For a traditional circular hole the stress of tear-out forces are greatest at the center point of the side of the hole closest to the edge 14 contacting the binding 26 (i.e. the 9 o'clock position in the configuration shown in FIGS. 1 and 3), and there is little dispersion of the applied stress. Better performance, as compared to a circular hole, can be provided by increasing the dimension of the hole 22 in a direction parallel to the adjacent edge 14, and particularly when the larger dimension is on the side of the hole 22 opposite the edge 14. This configuration can allow the hole 22, along with areas of the sheet 12 adjacent to the hole 22, to distort/deform/become non-planar such that stresses are dispersed away from the point of contact between the hole 22 and the binding 24, providing improved tear-out strength. FIG. 12 illustrates some further alternate hole shapes 22′, some of which are the same or generally the same as the hole shapes outlined above, others of which are different. It should be noted that any of the holes 22 disclosed in any of the figures or otherwise described herein can be rotated from the positions shown or described, either 90 degrees, 180 degrees or 270 degrees.
It should be understood that the holes 22 can be sized, in some cases, to generally correspond to the binder 24 received through the holes 22. Thus in one case, for example, the cross section of each ring 26 received through each hole 22 fills, or has a surface area of, at least about 50% of the surface area of the hole 22, or in another case at least about 75%, or in another case at least about 25%. Each hole 22 can be positioned entirely internally of the sheet 12 such that each hole 22 is spaced away from the outer perimeter of the sheet 12. More particularly, each hole 22 can be isolated from the outer edges/perimeter of the sheet 12 such that the hole 22 does not communicate with any hole, slit, opening or cut-out that itself directly or indirectly intersects an edge or the outer perimeter of the sheet 12. This arrangement provides a more secure mounting arrangement in which the sheets 12 can be securely bound in place.

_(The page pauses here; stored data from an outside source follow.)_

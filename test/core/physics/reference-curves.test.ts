/**
 * Reference curves of the reduced plot M/M0 against τ = T/Tc.
 */
import { describe, expect, it } from 'vitest';
import { ASYMPTOTIC_LAWS, reducedReferenceCurves } from '../../../src/core/physics/reference-curves';
import { UNIVERSALITY_CLASSES } from '../../../src/core/physics/universality';
import { weissMagnetisation } from '../../../src/core/physics/weiss';
import { messageText } from '../../../src/core/messages';

const TAU = [0.5, 0.8, 0.9, 0.95, 0.99, 1.05];

describe('reducedReferenceCurves', () => {
  const curves = reducedReferenceCurves(TAU);
  const byId = (id: string) => curves.find(c => c.id === id)!;

  it('gives the exact 2D Ising magnetisation, checked against the closed form computed here', () => {
    // Onsager: kTc/J = 2/ln(1 + √2); Yang: M = (1 − sinh⁻⁴(2J/kT))^(1/8) [C1 in REFERENCES.md].
    const kTc = 2 / Math.log(1 + Math.SQRT2);
    const closed = (tau: number) => Math.pow(1 - Math.pow(Math.sinh(2 / (tau * kTc)), -4), 1 / 8);
    const c = byId('ising-2d');
    expect(c.m[1]).toBeCloseTo(closed(0.8), 13);
    expect(c.m[3]).toBeCloseTo(closed(0.95), 13);
    // Tabulated 40-digit values: M(T/Tc = 0.8) = 0.954410411907490, M(0.99) = 0.685860425733879 [C1].
    expect(c.m[1]).toBeCloseTo(0.95441041190749, 12);
    expect(c.m[4]).toBeCloseTo(0.685860425733879, 11);
    expect(c.m[5]).toBe(0);
    expect(c.citation).toMatch(/Onsager/);
  });

  it('gives the mean-field J = ½ curve of weissMagnetisation, m(0.9) = 0.5254295126580 [C3]', () => {
    const c = byId('weiss-0.5');
    expect(c.m).toEqual(Array.from(weissMagnetisation(0.5, TAU)));
    expect(c.m[2]).toBeCloseTo(0.525429512658, 11);
    expect(messageText(c.label)).toBe('Mean field, J = 1/2.');
    expect(curves.map(x => x.id)).toEqual(['weiss-0.5', 'weiss-1', 'weiss-3.5', 'weiss-inf', 'ising-2d', '3d-ising', '3d-xy', '3d-heisenberg']);
  });

  it('draws the 3D laws B(1 − τ)^β with β of the cited classes and B as cited', () => {
    for (const law of ASYMPTOTIC_LAWS) {
      const c = byId(law.classId);
      const beta = UNIVERSALITY_CLASSES.find(u => u.id === law.classId)!.beta.value;
      expect(c.law).toEqual({ B: law.B, beta, lattice: law.lattice, provenance: law.provenance });
      expect(c.m[0]).toBeCloseTo(law.B * Math.pow(0.5, beta), 14);
      expect(c.m[5]).toBe(0);
      expect(c.citation).toContain(law.amplitudeSource);
    }
    // 3D Ising: β = 0.32648 (Campostrini et al. 1999 [C2]); B = 1.6919045 on the simple-cubic lattice
    // (Talapov & Blöte 1996, from memory: unverified, and marked so in the curve's citation).
    expect(byId('3d-ising').law!.B).toBe(1.6919045);
    expect(byId('3d-ising').law!.beta).toBe(0.32648);
    expect(byId('3d-ising').citation).toMatch(/from memory/);
    // No amplitude at hand for XY and Heisenberg: shape only, and the label says so.
    expect(byId('3d-xy').law!.provenance).toBe('none');
    expect(messageText(byId('3d-heisenberg').label)).toMatch(/shape only/);
  });

  it('refuses τ ≤ 0', () => {
    expect(() => reducedReferenceCurves([0.5, 0])).toThrow(/τ/);
  });
});
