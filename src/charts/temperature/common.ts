/**
 * Shared pieces of the temperature-sweep chart builders: the options they
 * take and the rows of a point series to draw (finite pairs, reduced for
 * display when there are too many). What a builder returns and the number
 * labels are the sweep builders' (`../sweeps/common.ts`).
 */
import type { ISweepChartOptions } from '../sweeps/common';
import { DISPLAY_MAX_POINTS, reduceForDisplay } from '../reduce';

/** Options every temperature-sweep builder takes. */
export type ITemperatureChartOptions = Pick<ISweepChartOptions, 'maxPoints' | 'showTitle' | 'height'>;

/** Smallest display budget the reduction accepts. */
const MIN_BUDGET = 8;

/**
 * Rows (in row order) of the pairs of x and y that are finite and pass
 * `keep`, reduced for display to at most `maxPoints` (default
 * `DISPLAY_MAX_POINTS`), with how many there were before the reduction.
 */
export function drawnRows(
  x: ArrayLike<number>,
  y: ArrayLike<number>,
  keep: (i: number) => boolean,
  maxPoints: number | undefined
): { rows: Int32Array; total: number } {
  const n = Math.min(x.length, y.length);
  const rows = new Int32Array(n);
  let m = 0;
  for (let i = 0; i < n; i++) {
    if (Number.isFinite(x[i]) && Number.isFinite(y[i]) && keep(i)) {
      rows[m++] = i;
    }
  }
  const all = rows.subarray(0, m);
  const budget = Math.max(MIN_BUDGET, Math.floor(maxPoints !== undefined && maxPoints > 0 ? maxPoints : DISPLAY_MAX_POINTS));
  return { rows: m > budget ? reduceForDisplay(x, y, all, budget) : all, total: m };
}

/** "n of m points drawn" when a series was reduced, else ''. */
export function reducedNote(shown: number, total: number): string {
  return shown < total ? `; ${shown} of ${total} points drawn` : '';
}

/** Labels made unique by numbering repeats ("a", "a (2)", …), empty ones named `fallback`. */
export function uniqueLabels(labels: readonly string[], fallback: string): string[] {
  const used = new Set<string>();
  return labels.map(raw => {
    const base = raw && raw.trim() ? raw : fallback;
    let label = base;
    for (let k = 2; used.has(label); k++) {
      label = `${base} (${k})`;
    }
    used.add(label);
    return label;
  });
}

/** Longest line of a subtitle, in characters: longer captions are wrapped at their "; " breaks. */
const SUBTITLE_LINE = 64;

/**
 * The frame's title when the options ask for one: the title and the caption
 * below it, wrapped into lines at "; " so a long caption does not widen the
 * chart (a fitted chart would shrink its plot to make room).
 */
export function titleLines(title: string, caption: string, options: ITemperatureChartOptions | undefined): { text: string; subtitle?: string[] } | undefined {
  if (!options?.showTitle) {
    return undefined;
  }
  if (!caption) {
    return { text: title };
  }
  const lines: string[] = [];
  for (const part of caption.split('; ')) {
    const last = lines.length - 1;
    if (last >= 0 && lines[last].length + 2 + part.length <= SUBTITLE_LINE) {
      lines[last] = `${lines[last]}; ${part}`;
    } else {
      lines.push(part);
    }
  }
  return { text: title, subtitle: lines };
}
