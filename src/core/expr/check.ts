/**
 * Checks of a parsed expression tree before it is compiled, each with the
 * place in the text the user typed: functions (unknown, misspelt,
 * a name followed by a parenthesis that was meant as a product, argument
 * counts), operators, numbers, constructions models cannot use, and
 * quantities with units (`5 cm`, `3 kg`), which mathjs would parse as
 * units: a number followed, without `*`, by a unit name of two or more
 * characters that is not the x variable and not used elsewhere as a plain
 * name.
 */
import {
  Unit,
  isAccessorNode,
  isConditionalNode,
  isConstantNode,
  isFunctionNode,
  isIndexNode,
  isOperatorNode,
  isParenthesisNode,
  isRangeNode,
  isRelationalNode,
  isSymbolNode
} from 'mathjs';
import type { MathNode } from 'mathjs';
import { msg } from '../messages';
import type { ICoreMessage } from '../messages';
import { COMPARISONS, SUPPORTED_FUNCTIONS, SUPPORTED_OPERATORS, functionArity, valueChildren } from './compile';
import { editDistance } from './names';
import { ExpressionError, FUNCTION_ALIASES, quote } from './normalize';
import type { Locator } from './syntax';

/** Unit names of magnetism and thermal measurements that mathjs does not know. */
const EXTRA_UNITS: ReadonlySet<string> = new Set(['Oe', 'kOe', 'emu', 'muB', 'μB', 'mu_B', 'μ_B', 'mK', 'uK']);

/** Functions people expect that models do not offer (mathjs has them, or they are common elsewhere). */
const UNAVAILABLE_FUNCTIONS: ReadonlySet<string> = new Set([
  'erf',
  'erfc',
  'gamma',
  'lgamma',
  'floor',
  'ceil',
  'round',
  'fix',
  'mod',
  'factorial',
  'heaviside',
  'step',
  'theta',
  'if',
  'sum',
  'prod',
  'mean'
]);

/** True for a name that reads as a unit when written right after a number. */
export function isUnitName(name: string): boolean {
  if (EXTRA_UNITS.has(name)) {
    return true;
  }
  try {
    return Unit.isValuelessUnit(name);
  } catch {
    return false;
  }
}

/** Nearest supported function name to `name` (a misspelling), or null. */
export function suggestFunction(name: string): string | null {
  const candidates = [...SUPPORTED_FUNCTIONS, ...Object.keys(FUNCTION_ALIASES)];
  const lower = name.toLowerCase();
  let best: string | null = null;
  let bestRank = Number.POSITIVE_INFINITY;
  for (const c of candidates) {
    if (c.length < 3 || name.length < 2) {
      continue;
    }
    const d = c.toLowerCase() === lower ? 0 : editDistance(name, c, 2);
    const allowed = c.length >= 5 ? 2 : 1;
    // Closest first; among equals, the same length (a swap, `tahn` → tanh) before a dropped letter.
    const rank = d * 100 + Math.abs(c.length - name.length);
    if (d <= allowed && rank < bestRank) {
      best = Object.prototype.hasOwnProperty.call(FUNCTION_ALIASES, c) ? FUNCTION_ALIASES[c] : c;
      bestRank = rank;
    }
  }
  return best;
}

/** What the tree check needs to know. */
export interface ICheckContext {
  readonly locator: Locator;
  /** Names of the x variable (never units, even when mathjs knows them as units: `T`, `H`). */
  isVariable(name: string): boolean;
}

function fail(ctx: ICheckContext, at: number | null, build: (charNo: number | null) => ICoreMessage): never {
  const { pos, charNo } = ctx.locator.place(at);
  throw new ExpressionError(build(charNo), pos);
}

/** A factor that holds a number (so `… cm` after it is a quantity): 5, −5, (…) or 2·x written implicitly. */
export function numberLike(node: MathNode): boolean {
  if (isConstantNode(node) || isParenthesisNode(node)) {
    return true;
  }
  if (isOperatorNode(node) && (node.fn === 'unaryMinus' || node.fn === 'unaryPlus')) {
    return numberLike(node.args[0]);
  }
  return isOperatorNode(node) && node.fn === 'multiply' && node.implicit === true && numberLike(node.args[0]);
}

/** The name in `cm` or `cm^2` (the right factor of `5 cm^2`), else null. */
export function unitSymbol(node: MathNode): string | null {
  const base = isOperatorNode(node) && node.fn === 'pow' ? node.args[0] : node;
  return isSymbolNode(base) ? base.name : null;
}

/** Names written as plain factors or terms, outside `number unit` products. */
function explicitNames(node: MathNode, out = new Set<string>()): Set<string> {
  if (isSymbolNode(node)) {
    out.add(node.name);
    return out;
  }
  if (isOperatorNode(node) && node.fn === 'multiply' && node.implicit === true && numberLike(node.args[0]) && unitSymbol(node.args[1]) !== null) {
    explicitNames(node.args[0], out);
    const right = node.args[1];
    if (isOperatorNode(right)) {
      explicitNames(right.args[1], out);
    }
    return out;
  }
  for (const c of valueChildren(node)) {
    explicitNames(c, out);
  }
  return out;
}

/**
 * Walks the tree and throws `ExpressionError` (with the place) at the first
 * thing a model cannot use.
 */
export function checkTree(root: MathNode, ctx: ICheckContext): void {
  const plain = explicitNames(root);
  const walk = (node: MathNode): void => {
    if (isConstantNode(node)) {
      checkConstant(node.value as unknown, ctx);
      return;
    }
    if (isSymbolNode(node)) {
      return;
    }
    if (isOperatorNode(node)) {
      const fn: string = node.fn;
      if (fn === 'multiply' && node.implicit === true && numberLike(node.args[0])) {
        const unit = unitSymbol(node.args[1]);
        // One letter (`2b`, `300 K`) is more often a coefficient than a unit: that is a flag (see flags.ts), not an error.
        if (unit !== null && Array.from(unit).length > 1 && !ctx.isVariable(unit) && !plain.has(unit) && isUnitName(unit)) {
          const q = ctx.locator.quantity(unit);
          const amount = q.text.slice(0, q.text.length - unit.length).trim();
          const example = `${/^[0-9.]/.test(amount) ? amount : '2'}*${unit}`;
          fail(ctx, q.at, (k) =>
            msg(
              'expression.unit',
              'Character %1: “%2” reads as a quantity in %3. Expressions hold plain numbers in the units of your columns; if %3 is a parameter, write the product with *, as in %4.',
              k ?? '?',
              quote(q.text, 20),
              quote(unit, 12),
              quote(example, 20)
            )
          );
        }
      }
      if (!SUPPORTED_OPERATORS.includes(fn)) {
        checkOperator(fn, String(node.op), ctx);
      }
      node.args.forEach(walk);
      return;
    }
    if (isFunctionNode(node)) {
      checkFunction(node, ctx);
      node.args.forEach(walk);
      return;
    }
    if (isParenthesisNode(node) || isConditionalNode(node)) {
      valueChildren(node).forEach(walk);
      return;
    }
    if (isRelationalNode(node)) {
      for (const c of node.conditionals) {
        if (!Object.prototype.hasOwnProperty.call(COMPARISONS, c)) {
          checkOperator(c, c, ctx);
        }
      }
      node.params.forEach(walk);
      return;
    }
    if (isAccessorNode(node) || isIndexNode(node)) {
      fail(ctx, ctx.locator.operator('.'), (k) =>
        msg('expression.construct.dot', 'Character %1: a dot belongs inside a number such as 0.5; a name cannot be followed by a dot.', k ?? '?')
      );
    }
    if (isRangeNode(node)) {
      fail(ctx, ctx.locator.operator(':'), (k) =>
        msg('expression.construct.colon', 'Character %1: a colon belongs to a condition, written condition ? value if true : value if false.', k ?? '?')
      );
    }
    fail(ctx, null, () => msg('expression.construct', 'The expression contains a construction that models cannot use (%1).', node.type));
  };
  walk(root);
}

function checkConstant(v: unknown, ctx: ICheckContext): void {
  if (typeof v === 'number') {
    if (!Number.isFinite(v)) {
      const at = Number.isNaN(v) ? ctx.locator.name('NaN') : (ctx.locator.name('Infinity') ?? ctx.locator.number((t) => !Number.isFinite(Number(t))));
      fail(ctx, at, (k) =>
        msg('expression.number.infinite', 'Character %1: this number is infinite or not a number; models need finite numbers.', k ?? '?')
      );
    }
    return;
  }
  const word = String(v);
  fail(ctx, ctx.locator.name(word), (k) =>
    msg('expression.number.word', 'Character %1: “%2” is not a number; write 1 or 0, or a condition such as x > a.', k ?? '?', quote(word, 12))
  );
}

function checkOperator(fn: string, op: string, ctx: ICheckContext): never {
  if (fn === 'to') {
    fail(ctx, ctx.locator.operator(op) ?? ctx.locator.operator('in'), (k) =>
      msg('expression.unit.conversion', 'Character %1: unit conversions (“to”, “in”) are not part of model expressions; write plain numbers in the units of your columns.', k ?? '?')
    );
  }
  if (fn === 'factorial') {
    fail(ctx, ctx.locator.operator('!'), (k) =>
      msg('expression.operator.factorial', 'Character %1: “!” (factorial) is not supported; use != to compare.', k ?? '?')
    );
  }
  if (fn === 'mod') {
    fail(ctx, ctx.locator.operator('mod'), (k) => msg('expression.operator.mod', 'Character %1: remainders (mod) are not supported in models.', k ?? '?'));
  }
  fail(ctx, ctx.locator.operator(op), (k) =>
    msg('expression.operator.unsupported', 'Character %1: the operator “%2” is not supported in model expressions.', k ?? '?', quote(op, 8))
  );
}

function checkFunction(node: MathNode & { fn: unknown; args: MathNode[] }, ctx: ICheckContext): void {
  const fnNode = node.fn as MathNode;
  if (!isSymbolNode(fnNode)) {
    fail(ctx, null, () => msg('expression.function.form', 'A parenthesis directly after another one is read as a function call; write * between them.'));
  }
  const name = fnNode.name;
  const arity = functionArity(name);
  if (arity) {
    if (!arity.includes(node.args.length)) {
      fail(ctx, ctx.locator.name(name, true), (k) =>
        msg('expression.function.arity', 'Character %1: %2() takes %3 argument(s); here it has %4.', k ?? '?', name, arity.join(' or '), node.args.length)
      );
    }
    return;
  }
  const at = ctx.locator.name(name, true);
  const suggestion = suggestFunction(name);
  if (suggestion !== null) {
    fail(ctx, at, (k) => msg('expression.function.typo', 'Character %1: there is no function “%2” (did you mean %3?).', k ?? '?', quote(name, 24), suggestion));
  }
  if (UNAVAILABLE_FUNCTIONS.has(name)) {
    fail(ctx, at, (k) =>
      msg('expression.function.unavailable', 'Character %1: the function %2 is not available in model expressions. The functions are: %3.', k ?? '?', name, SUPPORTED_FUNCTIONS.join(', '))
    );
  }
  fail(ctx, at, (k) =>
    msg(
      'expression.function.call',
      'Character %1: “%2(…)” reads as a call of a function named %2, which does not exist. To multiply, write %2*(…).',
      k ?? '?',
      quote(name, 24)
    )
  );
}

Although FIGS. 1-4 disclose the holes 22 in sheet items 12 that take the form of sheets of paper, covers or pockets/portfolios, it should be understood that the holes 22 can be used in conjunction with nearly any sheet item or other item which is bound or binding to a binding, or which utilizes holes. For example, such sheet items can include folders, sell sheets, dividers, etc. Any of the holes disclosed and shown herein can be implemented in items in the same manner and in the various configurations as the triangular holes shown in U.S. design patent application Ser. No. 29/532,232, entitled HOLE SHAPE FOR SHEET ITEM and filed on Jul. 2, 2015, the entire contents of which are hereby incorporated by reference.
Having described the invention in detail and by reference to the various embodiments, it should be understood that modifications and variations thereof are possible without departing from the scope of the invention.